# when do the carp start biting



## goosehunter09 (Jan 30, 2005)

I was wondering when the carp start biting. I fish on a small creek and the ice all melted not too long ago so the water is pretty cold. There is carp around in it because they jump but i haven't realy got any bites yet. When do you think they'll start to bite.


----------



## MoCarp (Nov 22, 2005)

Rumor has it carp do not feed much till water is 50 degrees

But if you pre bait with boiled field corn for a week then fish canned sweet corn--you will catch them

Mo


----------



## Invector (Jan 13, 2006)

I do beleave that is right.
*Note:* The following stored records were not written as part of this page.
/*
 * conf_table.c: the option table (after tmux's options-table.c). Each row
 * names a key with its section, type, field, range, default and help
 * line; this file also knows each type: how a value is parsed and
 * checked, and how its range reads in errors and in conf_help. conf.c
 * walks the same table to parse files, apply defaults, copy and free.
 */
#include <math.h>
#include <stddef.h>
#include <stdio.h>
#include <stdlib.h>
#include <string.h>
#include <strings.h>

#include "stopcock/addr.h"
#include "stopcock/conf.h"
#include "stopcock/log.h"
#include "stopcock/proto.h"
#include "stopcock/util.h"

#include "conf_int.h"

#define CONF_UNIX_PATH_MAX 107		/* sun_path holds 108 with the NUL */
#define CONF_STRING_MAX 1024
#define CONF_IDENT_MAX 48		/* RFC 5424 APP-NAME */
#define CONF_TOPIC_MAX 249		/* Kafka's limit on a topic name */
#define CONF_KINDS_WORDS_MAX 160	/* "words of" and every kind word */

_Static_assert(sizeof(enum conf_test) == sizeof(int), "enum stored as int");
_Static_assert(sizeof(enum conf_harm) == sizeof(int), "enum stored as int");
_Static_assert(sizeof(enum conf_action) == sizeof(int), "enum stored as int");

const struct conf_section_info conf_sections[S_COUNT] = {
	[S_DEFAULTS] = { "defaults", 0 },
	[S_GUARDRAIL] = { "guardrail", 1 },
	[S_EXPERIMENT] = { "experiment", 1 },
	[S_DAEMON] = { "daemon", 0 },
	[S_REDIS] = { "redis", 0 },
	[S_KAFKA] = { "kafka", 0 },
	[S_ALERTS] = { "alerts", 0 },
	[S_PAUSE] = { "pause", 0 },
	[S_SYSLOG] = { "syslog", 0 },
	[S_WEBHOOK] = { "webhook", 1 },
	[S_ALERTMANAGER] = { "alertmanager", 0 },
	[S_PRODUCER] = { "producer", 1 },
};

const char *const conf_kind_names[] = {
	"harm", "safe", "srm", "pause", "pause_dry_run", "reminder",
	"acknowledged", "resolved", "restarted", "retired", NULL
};
/*
 * Alertmanager takes alerts, which fire and resolve; a restarted test
 * or a retired experiment is news, not an alert, so its [alertmanager]
 * kinds stop before the last two words (bit i is still word i).
 */
static const char *const conf_am_kind_names[] = {
	"harm", "safe", "srm", "pause", "pause_dry_run", "reminder",
	"acknowledged", "resolved", NULL
};
#define CONF_AM_KINDS_DEFAULT "harm srm pause pause_dry_run reminder " \
	"acknowledged resolved"
#define CONF_KINDS_DEFAULT CONF_AM_KINDS_DEFAULT " restarted retired"


const char *const conf_tests[] = {
	"mean", "proportion", "rate", "quantile", NULL
};
static const char *const conf_harms[] = { "increase", "decrease", NULL };
static const char *const conf_actions[] = { "alert", "pause", NULL };
static const char *const conf_redis_starts[] = { "end", "beginning", NULL };

#define C(f) offsetof(struct conf, f)
#define G(f) offsetof(struct conf_guardrail, f)
#define E(f) offsetof(struct conf_experiment, f)
#define W(f) offsetof(struct conf_webhook, f)
#define P(f) offsetof(struct conf_producer, f)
But look for shallow areas such as around shallow reeds or muddy bottoms. If anything else just snagg them :wink: :wink: (j/k)


----------



## bluesman (May 25, 2009)

when I was a kid we would start fishing for carp when the Red Winged Blackbirds came back in the spring. It's my answer but It might not be the right answer in other parts. I'm in Indiana. They were always right on time.


----------



## MoCarp (Nov 22, 2005)

carp can even be caught ice fishing depending on time of year bait choice can be critical. bread and more wafting baits in cold water, heaver more dence baits in hot weather, night time rocks for carp from july through mid september


----------